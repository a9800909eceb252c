package raster

import (
	"image/color"
	"math"
	"math/rand/v2"
	"testing"
)

// exactOver is the blend in real numbers.
func exactOver(dst, src uint8, strength float64) float64 {
	return float64(dst)*(1-strength) + float64(src)*strength
}

func randomPainter(rng *rand.Rand, w int) (*painter, color.NRGBA) {
	p := &painter{canvas: &canvas{pix: make([]uint8, 4*w), w: w, h: 1}}
	for i := range p.pix {
		p.pix[i] = uint8(rng.Uint32())
		if i%4 == 3 {
			p.pix[i] = 255
		}
	}
	c := color.NRGBA{R: uint8(rng.Uint32()), G: uint8(rng.Uint32()), B: uint8(rng.Uint32()), A: uint8(rng.Uint32())}
	p.colour(c)
	return p, c
}

func randomMask(rng *rand.Rand, w int) []uint8 {
	m := make([]uint8, w)
	for i := range m {
		// Long runs of nothing and of everything, as masks have.
		switch v := rng.IntN(40); {
		case i > 0 && v > 2:
			m[i] = m[i-1]
		default:
			m[i] = []uint8{0, 255, uint8(rng.Uint32())}[rng.IntN(3)]
		}
	}
	return m
}

// TestSpans: every way of blending a span agrees with real numbers to within two in 255, and is exact at both ends.
func TestSpans(t *testing.T) {
	rng := rand.New(rand.NewPCG(1, 2))
	for range 400 {
		w := 1 + rng.IntN(90)
		p, c := randomPainter(rng, w)
		before := append([]uint8(nil), p.pix...)
		cover := []uint32{255, 255, uint32(rng.IntN(256))}[rng.IntN(3)]
		kind := rng.IntN(4)
		if kind&1 != 0 {
			p.under = randomMask(rng, w)
		}
		if kind&2 != 0 {
			p.clip = randomMask(rng, w)
		}
		x0 := rng.IntN(w)
		p.span(0, x0, w, cover)
		for x := range w {
			strength := float64(cover) / 255 * float64(c.A) / 255
			if p.under != nil {
				strength *= 1 - float64(p.under[x])/255
			}
			if p.clip != nil {
				strength *= float64(p.clip[x]) / 255
			}
			if x < x0 {
				strength = 0
			}
			for ch, src := range [...]uint8{c.R, c.G, c.B} {
				got, want := float64(p.pix[4*x+ch]), exactOver(before[4*x+ch], src, strength)
				if math.Abs(got-want) > 2 || (strength == 0 || strength == 1) && got != want {
					t.Fatalf("masks %d, pixel %d of %d, strength %g: %g, want %g", kind, x, w, strength, got, want)
				}
			}
			if p.pix[4*x+3] != 255 {
				t.Fatalf("pixel %d is no longer opaque", x)
			}
		}
	}
}

// TestUnderInk: colour that is laid under ink gives what drawing it first and the ink over it would have given.
func TestUnderInk(t *testing.T) {
	rng := rand.New(rand.NewPCG(3, 4))
	for range 400 {
		w := 1 + rng.IntN(40)
		p, c := randomPainter(rng, w)
		ink := color.NRGBA{R: uint8(rng.Uint32()), G: uint8(rng.Uint32()), B: uint8(rng.Uint32()), A: 255}
		below := append([]uint8(nil), p.pix...)
		mask := randomMask(rng, w)
		inked := pairsOf(ink)
		for x, m := range mask {
			inked.one(p.pix[4*x:4*x+4], full(uint32(m)))
		}
		p.under, p.inkColour = mask, &inked
		p.span(0, 0, w, 255)
		for x, m := range mask {
			for ch, src := range [...]uint8{c.R, c.G, c.B} {
				first := exactOver(below[4*x+ch], src, float64(c.A)/255)
				want := first*(1-float64(m)/255) + float64([...]uint8{ink.R, ink.G, ink.B}[ch])*float64(m)/255
				if got := float64(p.pix[4*x+ch]); math.Abs(got-want) > 3 {
					t.Fatalf("ink %d of 255 over strength %d: %g, want %g", m, c.A, got, want)
				}
			}
		}
	}
}

func TestPutCover(t *testing.T) {
	for n := range 40 {
		m := make([]uint8, n+2)
		putCover(m[1:n+1], 7)
		for i, v := range m {
			if want := i > 0 && i <= n; (v == 7) != want {
				t.Fatalf("%d bytes: %v", n, m)
			}
		}
	}
}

━━━

* WHAT TO DO *
Across the entries, work out how many lines hold the word "append". Reply with that number only.

* RESULT FOR THIS TASK *
2